ABOUT THIS TASK
For the entries below, the result should be an exact transcription of the lines from the one with "if rows_read != rows_used" up to and including the one with "raise CohortError(msg)", and only those.

[Dataset excerpts]
def _run_on_engine(engine: str, definitions: Sequence[Any], *, out: str | Path | None, dsn: str | None,
                   schema: str | None, spark: Any, spark_master: str | None, source: str | Path | None,
                   staging: str | Path | None, codelists: str | Path | None,
                   overrides: Mapping[str, object] | None, quiet: bool) -> Any:
    from cohort._agreement import agreement_table
    from cohort._codelists import read_codelists
    from cohort._labs import LAB_COUNTS_SQL, default_as_of
    from cohort._manifest import build_manifest, utc_now, write_manifest
    from cohort.engines._dialect import recipe_values
    from cohort.engines._run import (
        episodes_from_tables,
        run_definition_steps,
        run_finder_steps,
        run_lab_steps,
        run_state_step,
    )
    from cohort._outputs import check_output_folder, output_folder
    from cohort.episodes import (
        _ATTRITION_SCHEMA,
        _EPISODE_SCHEMA,
        CODE_FINDER,
        EpisodeResult,
        _load,
        _state_key,
        _Steps,
        attrition_head,
        attrition_tail,
    )

    started_at = utc_now()
    started = time.perf_counter()
    loaded = _load(definitions, overrides)
    target = check_output_folder(Path(out).expanduser().absolute()) if out is not None else None
    lists = read_codelists(None if codelists is None else Path(codelists))
    groups: dict[tuple[Any, ...], list[Any]] = {}
    for definition in loaded:
        groups.setdefault(_state_key(definition), []).append(definition)
    steps = _Steps(total=5 + len(groups) + len(loaded) + (1 if target else 0), show=not quiet)
    session = ours = None
    try:
        with steps.step("connect", f"connecting to {engine}"):
            session, ours = _open_session(engine, dsn=dsn, schema=schema, spark=spark,
                                          spark_master=spark_master, source=source, staging=staging)
        with steps.step("lab_events", f"harmonising lab results ({engine})"):
            session.register_codelists(lists)
            as_of = default_as_of()
            run_lab_steps(session, as_of=as_of)
            rows_read = _scalar(session, "select count(*) from measurement", "measurement rows")
            lab_persons, rows_used = _pair(session, LAB_COUNTS_SQL, "lab events")
            rows_quarantined = _scalar(
                session, "select count(*) from dka_quarantine where source_table = 'measurement'", "quarantine")
            rows_other = _scalar(
                session, "select count(*) from measurement left join (select distinct concept_id from "
                "dka_concept_lab) as lab_concepts on lab_concepts.concept_id = "
                "measurement.measurement_concept_id where lab_concepts.concept_id is null", "other analytes")
            if rows_read != rows_used + rows_quarantined + rows_other:
                msg = (f"measurement rows do not reconcile on {engine}: read {rows_read}, but used {rows_used} "
                       f"+ quarantined {rows_quarantined} + other analytes {rows_other}; check "
                       "dka_concept_lab and dka_concept_unit for repeated concept_ids")
                raise CohortError(msg)
            persons_total = _scalar(session, "select count(*) from person", "persons")
        frames: list[pl.DataFrame] = []
        attrition_rows: list[dict[str, Any]] = []
        state_rows: dict[str, int] = {}
        for members in groups.values():
            values = recipe_values(members)
            with steps.step("lab_state", "lab state over time"):
                run_state_step(session, values["state"])
                state_persons, rows = _pair(
                    session, "select count(distinct person_id), count(*) from dka_lab_state", "lab state")
            for definition in members:
                name = definition.name
                state_rows[name] = rows
                with steps.step(f"episodes:{name}", f"episodes: {name}"):
                    run_definition_steps(session, {**values["state"], **values[name]})
                    frame = episodes_from_tables(session.fetch("dka_episodes"), definition)
                    candidates = _pair(session, "select count(distinct person_id), count(*) from "
                                       "dka_onset_candidates", "onset candidates")
                    chain = _pair(session, "select count(distinct person_id), count(*) from "
                                  "dka_episode_chain", "episode chain")
                frames.append(frame)
                head = attrition_head(persons_total, (lab_persons, rows_used), (state_persons, rows))
                tail = attrition_tail(definition, candidates, chain, frame)
                for number, row in enumerate(head + tail, start=1):
                    attrition_rows.append({"definition": name, "step": number, **row})
        with steps.step("code_finder", "code-based finder"):
            run_finder_steps(session)
            codes = _code_episodes(session.fetch("dka_code_episodes"))
        with steps.step("agreement", "agreement between finders"):
            episodes = pl.concat(frames, how="vertical") if frames else pl.DataFrame(schema=_EPISODE_SCHEMA)
            finders = {definition.name: episodes.filter(pl.col("definition") == definition.name)
                       for definition in loaded}
            finders[CODE_FINDER] = codes
            stays = session.fetch("dka_hospital_stays")
            stay_rows = list(zip(stays.get_column("visit_occurrence_id").to_list(),
                                 stays.get_column("stay_visit_occurrence_id").to_list(), strict=True))
            agreement = agreement_table(finders, [row[0] for row in stay_rows], stays=dict(stay_rows))
        with steps.step("fetch", "quarantine and data quality"):
            quarantine = _quarantine(session)
            data_quality = _data_quality(session)
            fingerprint, described = _engine_fingerprint(session, engine, dsn=dsn, schema=schema, source=source)
        attrition = pl.DataFrame(attrition_rows, schema=_ATTRITION_SCHEMA)
        parameters = {
            "definitions": [definition.name for definition in loaded],
            "overrides": dict(overrides or {}),
            "codelists": str(codelists) if codelists is not None else None,
            "engine": engine,
            "schema": schema if engine == "postgres" or source is None else None,
            "spark_master": spark_master if engine == "spark" else None,
            "out": str(target) if target else None,
            "as_of": as_of.isoformat(),
        }
        counts = {
            "measurement_rows_read": rows_read,
            "lab_events": rows_used,
            "quarantined": rows_quarantined,
            "other_analytes": rows_other,
            "reconciles": True,
            "lab_state_rows": state_rows,
            "episodes": {name: int(frame.height) for name, frame in finders.items()},
        }

        def manifest_now() -> dict[str, Any]:
            made = build_manifest(
                command="episodes", definitions=loaded, source=fingerprint, parameters=parameters,
                started=started_at, finished=utc_now(), counts=counts,
                seconds={**steps.seconds, "total": time.perf_counter() - started},
            )
            made["engine"] = described
            return made

        if target is not None:
            with steps.step("write", "writing outputs"), output_folder(target, command="episodes") as folder:
                episodes.write_parquet(folder / "episodes.parquet")
                attrition.write_csv(folder / "attrition.csv")
                quarantine.write_parquet(folder / "quarantine.parquet")
                data_quality.write_csv(folder / "data_quality.csv")
                agreement.write_csv(folder / "agreement.csv")
                codes.write_parquet(folder / "code_episodes.parquet")
                manifest = manifest_now()
                write_manifest(manifest, folder / "manifest.json")  # last: it marks the folder complete
        else:
            manifest = manifest_now()
    finally:
        try:
            if session is not None:
                session.close()
        finally:
            if ours is not None:
                ours.stop()
            steps.close()
    return EpisodeResult(episodes=episodes, attrition=attrition, quarantine=quarantine,
                         data_quality=data_quality, agreement=agreement, manifest=manifest,
                         code_episodes=codes, out=target)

SOLUTION TO THE EXERCISE
            if rows_read != rows_used + rows_quarantined + rows_other:
                msg = (f"measurement rows do not reconcile on {engine}: read {rows_read}, but used {rows_used} "
                       f"+ quarantined {rows_quarantined} + other analytes {rows_other}; check "
                       "dka_concept_lab and dka_concept_unit for repeated concept_ids")
                raise CohortError(msg)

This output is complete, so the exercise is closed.